Dataset excerpts

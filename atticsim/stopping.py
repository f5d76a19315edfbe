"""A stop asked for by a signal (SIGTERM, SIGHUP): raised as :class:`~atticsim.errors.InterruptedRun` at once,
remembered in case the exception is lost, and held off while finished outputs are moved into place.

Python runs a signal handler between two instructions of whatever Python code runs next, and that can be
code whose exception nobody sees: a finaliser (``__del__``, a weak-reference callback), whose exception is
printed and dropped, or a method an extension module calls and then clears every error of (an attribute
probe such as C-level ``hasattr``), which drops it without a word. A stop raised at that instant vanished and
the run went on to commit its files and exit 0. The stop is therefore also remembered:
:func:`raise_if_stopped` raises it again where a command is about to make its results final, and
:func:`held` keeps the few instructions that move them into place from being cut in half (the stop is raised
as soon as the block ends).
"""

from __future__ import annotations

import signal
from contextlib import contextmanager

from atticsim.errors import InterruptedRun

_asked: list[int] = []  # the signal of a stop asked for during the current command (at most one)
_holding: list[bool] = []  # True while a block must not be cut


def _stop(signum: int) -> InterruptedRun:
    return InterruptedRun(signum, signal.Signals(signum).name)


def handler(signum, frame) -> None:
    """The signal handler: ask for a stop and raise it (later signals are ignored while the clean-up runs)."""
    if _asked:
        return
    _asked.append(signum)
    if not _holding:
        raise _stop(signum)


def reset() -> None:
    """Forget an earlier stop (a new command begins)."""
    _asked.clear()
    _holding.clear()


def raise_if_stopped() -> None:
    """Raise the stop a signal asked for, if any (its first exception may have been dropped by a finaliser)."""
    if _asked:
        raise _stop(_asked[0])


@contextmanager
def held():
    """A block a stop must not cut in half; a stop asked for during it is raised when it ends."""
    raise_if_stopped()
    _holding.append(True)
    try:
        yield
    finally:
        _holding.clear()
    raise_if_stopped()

* * *

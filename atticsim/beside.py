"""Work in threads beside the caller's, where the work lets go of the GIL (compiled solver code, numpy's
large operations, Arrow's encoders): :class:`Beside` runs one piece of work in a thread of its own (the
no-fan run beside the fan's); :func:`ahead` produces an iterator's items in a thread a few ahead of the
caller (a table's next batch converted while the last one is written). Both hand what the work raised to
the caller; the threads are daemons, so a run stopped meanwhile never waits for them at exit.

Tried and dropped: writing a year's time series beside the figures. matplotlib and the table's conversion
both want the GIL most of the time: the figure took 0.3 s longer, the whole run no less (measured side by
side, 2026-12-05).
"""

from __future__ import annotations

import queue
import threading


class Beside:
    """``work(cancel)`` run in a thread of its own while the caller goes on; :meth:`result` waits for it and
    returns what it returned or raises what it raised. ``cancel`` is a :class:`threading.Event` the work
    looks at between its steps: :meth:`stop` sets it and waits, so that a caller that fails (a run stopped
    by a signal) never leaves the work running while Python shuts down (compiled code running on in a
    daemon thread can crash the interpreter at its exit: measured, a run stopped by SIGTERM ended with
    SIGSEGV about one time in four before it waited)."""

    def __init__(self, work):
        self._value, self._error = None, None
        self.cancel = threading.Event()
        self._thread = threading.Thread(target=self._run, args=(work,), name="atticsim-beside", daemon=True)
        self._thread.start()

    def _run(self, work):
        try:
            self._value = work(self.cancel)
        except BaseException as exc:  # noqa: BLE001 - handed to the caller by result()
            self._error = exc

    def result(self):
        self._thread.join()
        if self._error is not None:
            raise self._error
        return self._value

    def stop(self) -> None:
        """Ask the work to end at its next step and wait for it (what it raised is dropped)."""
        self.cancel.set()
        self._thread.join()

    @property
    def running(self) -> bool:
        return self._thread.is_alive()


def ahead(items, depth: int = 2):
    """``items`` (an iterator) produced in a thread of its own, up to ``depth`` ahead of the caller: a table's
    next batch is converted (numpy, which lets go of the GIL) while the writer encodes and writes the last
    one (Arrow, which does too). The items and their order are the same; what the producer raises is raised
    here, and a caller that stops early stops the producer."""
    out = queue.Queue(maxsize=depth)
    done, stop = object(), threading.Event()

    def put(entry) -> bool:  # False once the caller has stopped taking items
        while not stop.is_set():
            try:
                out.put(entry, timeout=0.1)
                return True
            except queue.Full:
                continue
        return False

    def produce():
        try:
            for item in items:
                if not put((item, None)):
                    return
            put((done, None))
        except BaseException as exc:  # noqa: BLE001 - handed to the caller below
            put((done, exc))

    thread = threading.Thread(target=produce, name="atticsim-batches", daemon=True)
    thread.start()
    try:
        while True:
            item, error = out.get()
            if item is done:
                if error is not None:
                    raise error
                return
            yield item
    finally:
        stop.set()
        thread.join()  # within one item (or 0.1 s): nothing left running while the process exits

...

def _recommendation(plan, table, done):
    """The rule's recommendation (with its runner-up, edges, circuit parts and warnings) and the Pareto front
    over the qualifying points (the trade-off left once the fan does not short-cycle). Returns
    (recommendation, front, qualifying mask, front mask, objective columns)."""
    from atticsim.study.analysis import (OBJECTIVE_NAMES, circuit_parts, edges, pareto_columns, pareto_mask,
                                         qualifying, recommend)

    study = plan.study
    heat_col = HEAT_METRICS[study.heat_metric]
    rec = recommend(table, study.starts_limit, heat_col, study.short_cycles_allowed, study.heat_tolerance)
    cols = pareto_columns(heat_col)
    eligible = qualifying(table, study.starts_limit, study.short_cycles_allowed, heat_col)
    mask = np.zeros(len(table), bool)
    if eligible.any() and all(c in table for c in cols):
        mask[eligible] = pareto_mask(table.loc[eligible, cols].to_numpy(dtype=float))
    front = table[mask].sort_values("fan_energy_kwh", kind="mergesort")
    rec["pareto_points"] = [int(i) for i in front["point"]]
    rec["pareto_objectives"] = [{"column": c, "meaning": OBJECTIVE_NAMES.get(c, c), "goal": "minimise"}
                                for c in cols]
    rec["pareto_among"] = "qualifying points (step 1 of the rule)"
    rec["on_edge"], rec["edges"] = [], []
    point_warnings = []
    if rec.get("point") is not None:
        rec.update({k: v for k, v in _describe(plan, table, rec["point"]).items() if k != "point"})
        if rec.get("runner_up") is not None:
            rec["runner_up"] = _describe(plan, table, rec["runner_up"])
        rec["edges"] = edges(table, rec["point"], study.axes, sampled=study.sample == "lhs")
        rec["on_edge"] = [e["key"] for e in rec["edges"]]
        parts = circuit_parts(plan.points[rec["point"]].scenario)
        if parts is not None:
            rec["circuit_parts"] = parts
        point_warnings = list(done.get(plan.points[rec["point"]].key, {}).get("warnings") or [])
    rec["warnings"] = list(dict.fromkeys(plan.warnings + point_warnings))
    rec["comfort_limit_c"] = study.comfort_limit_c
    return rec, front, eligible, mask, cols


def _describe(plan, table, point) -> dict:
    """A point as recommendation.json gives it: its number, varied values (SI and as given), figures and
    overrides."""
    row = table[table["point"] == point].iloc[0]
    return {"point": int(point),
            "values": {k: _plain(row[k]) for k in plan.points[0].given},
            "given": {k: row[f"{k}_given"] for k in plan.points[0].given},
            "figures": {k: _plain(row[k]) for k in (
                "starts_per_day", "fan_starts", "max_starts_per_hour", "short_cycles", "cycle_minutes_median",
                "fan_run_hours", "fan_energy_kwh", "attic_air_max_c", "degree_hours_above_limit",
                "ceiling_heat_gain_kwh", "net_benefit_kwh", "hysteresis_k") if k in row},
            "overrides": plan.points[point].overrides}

What this task involves
From the data above, gather every line that includes the word "during".

Response below
_asked: list[int] = []  # the signal of a stop asked for during the current command (at most one)
    """A block a stop must not cut in half; a stop asked for during it is raised when it ends."""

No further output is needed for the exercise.